Integrated Gradients

Description

Integrated Gradients is an attribution technique that explains a model's prediction by quantifying the contribution of each input feature. It works by accumulating gradients along a straight path from a user-defined baseline input (e.g., a black image or an all-zero vector) to the actual input. This path integral ensures that the attributions satisfy fundamental axioms like completeness (attributions sum up to the difference between the prediction and the baseline prediction) and sensitivity (non-zero attributions for features that change the prediction).
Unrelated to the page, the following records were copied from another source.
"""`upright fit` and `upright compare`: a robot file against logs of the real robot."""

from __future__ import annotations

import json
from pathlib import Path
from typing import Annotated

import typer

from ..tables import fmt, table
from .common import JsonOption, RobotArg, handles_errors


@handles_errors
def fit(
    robot: RobotArg,
    out: Annotated[Path, typer.Option("-o", "--out", help="Fitted robot file to write.")],
    swing: Annotated[Path | None, typer.Option("--swing", help="Swing test log (CSV).")] = None,
    spin: Annotated[Path | None, typer.Option("--spin", help="Spin test log (CSV).")] = None,
    drop: Annotated[Path | None, typer.Option("--drop", help="Drop test log (CSV).")] = None,
    play: Annotated[Path | None, typer.Option(
        "--play", help="Play check log (CSV, wheels clamped).")] = None,
    mass: Annotated[str | None, typer.Option(
        "--mass", help="Whole robot as weighed, e.g. 0.61 or '610 g'.")] = None,
    balance_point: Annotated[str | None, typer.Option(
        "--balance-point", help="Axle to balance point, e.g. '71 mm'.")] = None,
    scale: Annotated[list[str] | None, typer.Option(
        "--scale", help="Raw column scale, e.g. gyro_y=131/deg/s.")] = None,
    json_out: JsonOption = False,
    plot: Annotated[Path | None, typer.Option("--plot", help="Write fit.png here.")] = None,
) -> None:
    """Fit a robot file to bench logs (swing, spin, drop, play check), with 95 % intervals."""
    import numpy as np

    from ..fit.logs import parse_scales
    from ..fit.plot import plot_fits
    from ..fit.robotfile import dumps
    from ..fit.run import fit_robot
    from ..units import to_si

    result = fit_robot(robot, swing=swing, spin=spin, drop=drop, play=play,
                       mass=to_si(mass, "mass") if mass is not None else None,
                       balance_point=(to_si(balance_point, "length")
                                      if balance_point is not None else None),
                       scales=parse_scales(scale))
    out.write_text(result.text, encoding="utf-8")
    if plot is not None:
        plot_fits(result.fits, plot)
    if json_out:
        typer.echo(dumps(result.as_json()))
        return
    rows = []
    for p in result.parameters:
        if isinstance(p.fitted, list):
            file_v = fmt(float(np.linalg.norm(p.file))) if p.file is not None else "-"
            fitted = float(np.linalg.norm(p.fitted))
            low, high = float(np.linalg.norm(p.low)), float(np.linalg.norm(p.high))
            change = fitted / float(np.linalg.norm(p.file)) - 1 if p.file else None
            key = p.key + " (distance)"
        else:
            file_v = fmt(p.file) if p.file is not None else "-"
            fitted, low, high, key = p.fitted, p.low, p.high, p.key
            change = fitted / p.file - 1 if p.file else None
        rows.append([key + ("" if p.written else " (check)"), file_v, fmt(fitted),
                     f"{fmt(low)} .. {fmt(high)}",
                     f"{change * 100:+.1f} %" if change is not None else "new", p.source])
    typer.echo(table(rows, ["parameter (SI)", "file", "fitted", "95 % interval", "change",
                            "from"]))
    if result.not_determined:
        typer.echo("left alone (not determined by these logs): "
                   + ", ".join(result.not_determined))
    for note in result.notes:
        typer.echo(f"note: {note}")
    typer.echo(f"wrote {out}; try it: upright inspect {out}")


@handles_errors
def compare(
    run_dir: Annotated[Path, typer.Argument(help="Run folder (upright run --out).")],
    real: Annotated[Path, typer.Argument(help="The real robot's log of the same manoeuvre.")],
    event: Annotated[str | None, typer.Option(
        "--event", help="Align on the first row whose event column holds this.")] = None,
    out: Annotated[Path | None, typer.Option("-o", "--out", help="Overlay plot path.")] = None,
    scale: Annotated[list[str] | None, typer.Option(
        "--scale", help="Raw column scale, e.g. gyro_y=131/deg/s.")] = None,
    json_out: JsonOption = False,
) -> None:
    """A real robot's log against a simulated run: lag, RMS differences, overlay plot."""
    from ..fit.compare import compare_run, plot_compare
    from ..fit.logs import parse_scales

    result, sim, real_curves = compare_run(run_dir, real, event, parse_scales(scale))
    path = out or (run_dir / "compare.png")
    plot_compare(sim, real_curves, path)
    if json_out:
        typer.echo(json.dumps({"lag_s": result.lag, "aligned_by": result.aligned_by,
                               "overlap_s": result.overlap, "rms": result.rms,
                               "plot": str(path)}, indent=2))
        return
    rows = [[name, fmt(v) if v is not None else "not in both"] for name, v in result.rms.items()]
    typer.echo(f"aligned by {result.aligned_by}: lag {result.lag * 1000:.0f} ms, "
               f"overlap {result.overlap:.2f} s")
    typer.echo(table(rows, ["channel", "RMS difference (SI)"]))
    typer.echo(f"overlay: {path}")
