def test_breakaway_duty_is_static_friction_over_stall_torque():
    """A wheel in the air starts to turn at the lowest duty whose stall torque exceeds the
    breakaway torque, D = T_static / T_stall at the battery and driver voltage (SOURCES.md
    §11 [derived] from the motor model of §5, Karnopp stick-slip [published]); below it the
    wheel does not move at all. Within one PWM step."""
    static = 0.02
    spec = make_spec(motors={"static_friction_torque": static, "friction_torque": 0.005})
    levels = (1 << spec.driver.pwm_bits) - 1
    motor = DriveTrain(spec).motor_left
    # the supply the bridge sees while the wheel is stuck at a duty near breakaway
    _, _, stuck = spin_in_air(spec, 0.1, 0.01)
    supply = stuck.battery_voltage - spec.driver.voltage_drop
    stall_at_supply = motor.torque_constant * supply / motor.resistance
    expected = static / stall_at_supply
    first = None
    for step in range(1, 80):
        peak, angle, _ = spin_in_air(spec, step / levels)
        if peak > 1.0:  # turning, not creeping
            first = step / levels
            break
        assert abs(angle) < 1e-6, f"the wheel crept at duty {step}/{levels}"
    assert first is not None
    assert abs(first - expected) <= 1.0 / levels, (first, expected)
    assert first >= expected - 1e-12, "started below the breakaway duty"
The output is a set of importance scores, often visualised as heatmaps, indicating which parts of the input were most influential for the model's decision.

Example Use Cases

Explainability

Analysing a medical image classification model to understand which specific pixels or regions in an X-ray image contribute most to a diagnosis of pneumonia, ensuring the model focuses on relevant pathological features rather than artifacts.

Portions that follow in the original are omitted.